Drops of Water on Floor
I'm trying to create drops of water on the floor in Iray, under a character who'd working our heavily. Any hints as to the best way to achieve that? My problem right now is in two areas;
1) The pattern of drops and small puddle shapes. I've got some liquid splash and puddle products I could use but they're not really right so it looks like I might be better off creating my own. Can I possibly do it by creating a pattern for an opacity map that I apply to a plane or flattened-out cube primitive?
2) Getting the water shader on the drops and puddles to be visible in the scene. The surface is a light wood floor in a room that's fairly well-lit. Will I have an easier chance if I dial down the room's light level for more contrast from the reflections on the water?
Thanks!
Comments
opacity map on a primitive would work but you'd probably want to also add in a bump/normal and probably some displacement, depending on how much depth/rounded edges
your floor drops need.
what type of wood flooring is it ? if its not heavily varnished or shiny, sweat drops/puddles would probably slightly darken the floor. you could experiment with volumetric settings on the water shader.
changing the lighting might help, also experiment with camera and lighting angles, light catching the puddles at side angles will probably show it off better than direct on (if I remember correctly)
Could try this product https://www.daz3d.com/sy-splats-drips-and-splatters-for-dforce
Yeah, with bump or normal map should do the trick probably. It's not heavily varnished, more like a basic maple shader. Would volumetrics be involved if it's just small drops and minor thin puddles? Not too clear on volumetrics other than using products that are basically primitive shapes containing dust and fog suspensions. I'm messing with lighting now, as well as the base color of the Iray water shader and starting to get a little bit of traction.
I've checked out that product and it looks great, but there don't seem to be any patterns that are mostly a field of small drops.
Dforce a sphere and instance it?
Oh, that's an interesting idea...
Well, I did end up using this. I created a plane and water drop normal and opacity maps, using the uber Iray water shader. Never could get it to show more than just a little in test renders or the interactive preview. So I gave up and bought SY's product. There is one SY map that's reasonably close to what I needed. Ultimately it shows in the render but doesn't look as good as I'd hoped, since the maps are meant to be for "slime" and not water, so the upper surface is somewhat lumpy and gelatinous. But at least it saved me from an afternoon of frustration!
You should be able to find other maps that look more like water. Sickleyield makes a whole range of products in this vein, no pun intended. There is a a dFroce rain/shower one I use a lot.
Maps for water? With PBR rendering?
Edit: Yes of course for oceans and pools, but for droplets?

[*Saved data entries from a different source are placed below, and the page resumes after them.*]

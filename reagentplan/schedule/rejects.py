"""Mill rejects: hauled each day straight from the pulverisers to the sites that take them.

The rejects fall into the mills' reject bins and are hauled from there, each day as
much as the ``disposal`` rows of material ``mill_rejects`` take, cheapest first, each
within its ``max_t_per_day``, its remaining ``airspace_t`` and its open days
(`lane_closures`).  What the sites cannot take on a day waits in the bins for the next
open day, up to `REJECTS_BIN_DAYS` days of the horizon's mean rejects; only what
overflows the bins is reported as a breach, the way a store's breaches are.  So a site
closed on Sundays takes Sunday's rejects on Monday, and no breach is made of it.  The
rejects still in the bins at the end are charged at the cheapest site's cost, as a
store's byproducts are.

The haul is not a decision of the optimiser: the plan and the reorder-point baseline
burn the same coal, so they make and haul the same rejects and pay the same for them.
Hence `reagentplan.schedule.lanes.build_lanes` makes no lane of these rows.
"""

from __future__ import annotations

from dataclasses import dataclass

import numpy as np
import pandas as pd

from ..scenario import DisposalSite, Scenario
from ..schema import MILL_REJECTS

#: What a rejects breach says it is, beside the store breaches' kinds.
NOT_HAULED = "not hauled away"

#: The mills' reject bins hold this many days of the horizon's mean rejects [d]: what the
#: sites cannot take on a day (a Sunday, a closure, a full site) waits there for the next
#: open day.  Common practice, no source (reject hoppers and skips at the pulverisers are
#: sized for a weekend or a day or two of a haul that does not come).
REJECTS_BIN_DAYS = 2.0


@dataclass(frozen=True)
class RejectsHaul:
    """The daily haul of the mill rejects.

    Attributes
    ----------
    sites : the ``mill_rejects`` disposal rows, cheapest first
    hauled_t : per site name, tonnes hauled per day [t/d]
    unhauled_t : rejects no site could take and the bins could not hold, per day [t/d]
    cost : per day, the money paid for the haul [money/d]
    why : per day with rejects left over, what stopped each site ('' otherwise)
    waiting_t : rejects in the bins at each day's end, to be hauled later [t]
    bin_t : what the bins hold [t]
    """

    sites: tuple[DisposalSite, ...]
    hauled_t: dict[str, np.ndarray]
    unhauled_t: np.ndarray
    cost: np.ndarray
    why: tuple[str, ...]
    waiting_t: np.ndarray | None = None
    bin_t: float = 0.0

    @property
    def total_hauled_t(self) -> np.ndarray:
        """Tonnes hauled per day over all sites [t/d]."""
        return sum(self.hauled_t.values(), np.zeros(len(self.unhauled_t)))


def rejects_sites(scenario: Scenario) -> tuple[DisposalSite, ...]:
    """The disposal rows that take mill rejects, cheapest first (ties in sheet order)."""
    sites = [d for d in scenario.disposal if d.material == MILL_REJECTS]
    return tuple(sorted(sites, key=lambda d: d.cost_per_t))


def haul_rejects(scenario: Scenario, rejects_t) -> RejectsHaul:
    """Haul each day's mill rejects [t/d], with those waiting in the bins, to the cheapest
    open sites with room.

    Each site takes at most its ``max_t_per_day`` [t/d] on a day it is open and, over the
    horizon, at most its remaining ``airspace_t`` [t]; the cost is ``cost_per_t``
    [money/t] of each tonne hauled.  What is left waits in the bins, which hold
    B = `REJECTS_BIN_DAYS` × the mean rejects per day [t]; what is beyond B is not hauled
    (a breach): w_d = min(w_{d−1} + made_d − hauled_d, B).
    """
    rejects_t = np.asarray(rejects_t, dtype=float)
    n = len(rejects_t)
    sites = rejects_sites(scenario)
    hauled = {d.site: np.zeros(n) for d in sites}
    open_ = {d.site: scenario.lane_open(d) for d in sites}
    room = {d.site: np.inf if d.airspace_t is None else float(d.airspace_t) for d in sites}
    bin_t = REJECTS_BIN_DAYS * float(rejects_t.mean()) if n else 0.0
    unhauled, waiting = np.zeros(n), np.zeros(n)
    cost = np.zeros(n)
    why: list[str] = [""] * n
    left = 0.0
    for day in range(n):
        left += rejects_t[day]
        for d in sites:
            if left <= 0 or not open_[d.site][day]:
                continue
            cap = np.inf if d.max_t_per_day is None else float(d.max_t_per_day)
            take = min(left, cap, room[d.site])
            hauled[d.site][day] = take
            room[d.site] -= take
            left -= take
            cost[day] += take * d.cost_per_t
        if left > bin_t + 1e-9:
            unhauled[day] = left - bin_t
            left = bin_t
            why[day] = _why_full(sites, open_, hauled, room, day) + f"; the reject bins full ({bin_t:,.0f} t)"
        if left <= 1e-9:
            left = 0.0
        waiting[day] = left
    return RejectsHaul(sites, hauled, unhauled, cost, tuple(why), waiting, bin_t)


def waiting_end_cost(haul: RejectsHaul) -> float:
    """The rejects still in the bins at the end, at the cheapest site's cost [money]
    (0 without sites or rejects waiting)."""
    if haul.waiting_t is None or not len(haul.waiting_t) or not haul.sites:
        return 0.0
    return float(haul.waiting_t[-1] * min(d.cost_per_t for d in haul.sites))


def _why_full(sites, open_, hauled, room, day) -> str:
    """In words, why the sites took no more rejects on ``day``."""
    if not sites:
        return f"no disposal site takes {MILL_REJECTS}"
    reasons = []
    for d in sites:
        if not open_[d.site][day]:
            reasons.append(f"{d.site} closed")
        elif room[d.site] <= 1e-9:
            reasons.append(f"airspace used up at {d.site}")
        else:
            reasons.append(f"{d.site} at its daily limit of {d.max_t_per_day:g} t")
    return "; ".join(reasons)


def rejects_breaches(haul: RejectsHaul, dates: pd.DatetimeIndex) -> list[dict]:
    """One breach per run of days with rejects no site took, named like the store
    breaches (``store`` = ``mill_rejects``), its ``tonnes`` the rejects left over in the
    run [t] and its ``cause`` the sites' limits in words."""
    from .permit import runs

    out = []
    for a, b in runs(haul.unhauled_t > 1e-6):
        causes = []
        for w in haul.why[a:b + 1]:
            for part in w.split("; "):
                if part and part not in causes:
                    causes.append(part)
        out.append({"store": MILL_REJECTS, "kind": NOT_HAULED,
                    "first_date": f"{dates[a]:%Y-%m-%d}", "last_date": f"{dates[b]:%Y-%m-%d}",
                    "tonnes": round(float(haul.unhauled_t[a:b + 1].sum()), 1),
                    "cause": ("the mills reject more than the mill-reject sites take: "
                              + "; ".join(causes)
                              + "; add a site, raise its daily limit, or burn coal with fewer rejects"),
                    "_first": int(a), "_last": int(b)})
    return out


def haul_frame(haul: RejectsHaul, rejects_t, dates: pd.DatetimeIndex) -> pd.DataFrame:
    """The haul day by day, wide: date, rejects made [t], tonnes to each site [t], tonnes
    not hauled [t] and the day's cost [money]."""
    out = pd.DataFrame({"date": dates, "made_t": np.asarray(rejects_t, dtype=float)})
    for d in haul.sites:
        out[f"to {d.site}_t"] = haul.hauled_t[d.site]
    out["not_hauled_t"] = haul.unhauled_t
    if haul.waiting_t is not None:
        out["waiting_t"] = haul.waiting_t
    out["cost"] = haul.cost
    return out


def has_rejects(scenario: Scenario) -> bool:
    """True when some coal source has mill rejects or a site takes them."""
    return bool(rejects_sites(scenario)) or any(s.mill_rejects_pct > 0 for s in scenario.coal_sources)


__all__ = ["NOT_HAULED", "REJECTS_BIN_DAYS", "RejectsHaul", "haul_frame", "haul_rejects", "has_rejects",
           "rejects_breaches", "rejects_sites", "waiting_end_cost"]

Are you under the impression a droplet wouldn't have a surface?
No! Rather that it has reflective and refractive features. Granted, you can alter the appearance of the tiny drop by adding normal and displacement maps. But they will not magically set index of refraction to 1.33, will they. But may be the droplets are really huge and need a complex shape:)
Real drops:
And where would you set such features? I'm genuinely curious how you think this works.
I've no idea I don't use IRay. I'll have to check the IRay Uber. Of course, I know you know your ways around IRay and I take your word for it if you insist you can't make water without bumpmaps. Nah only joking...I must be missing something and I suggest you tell me what it is.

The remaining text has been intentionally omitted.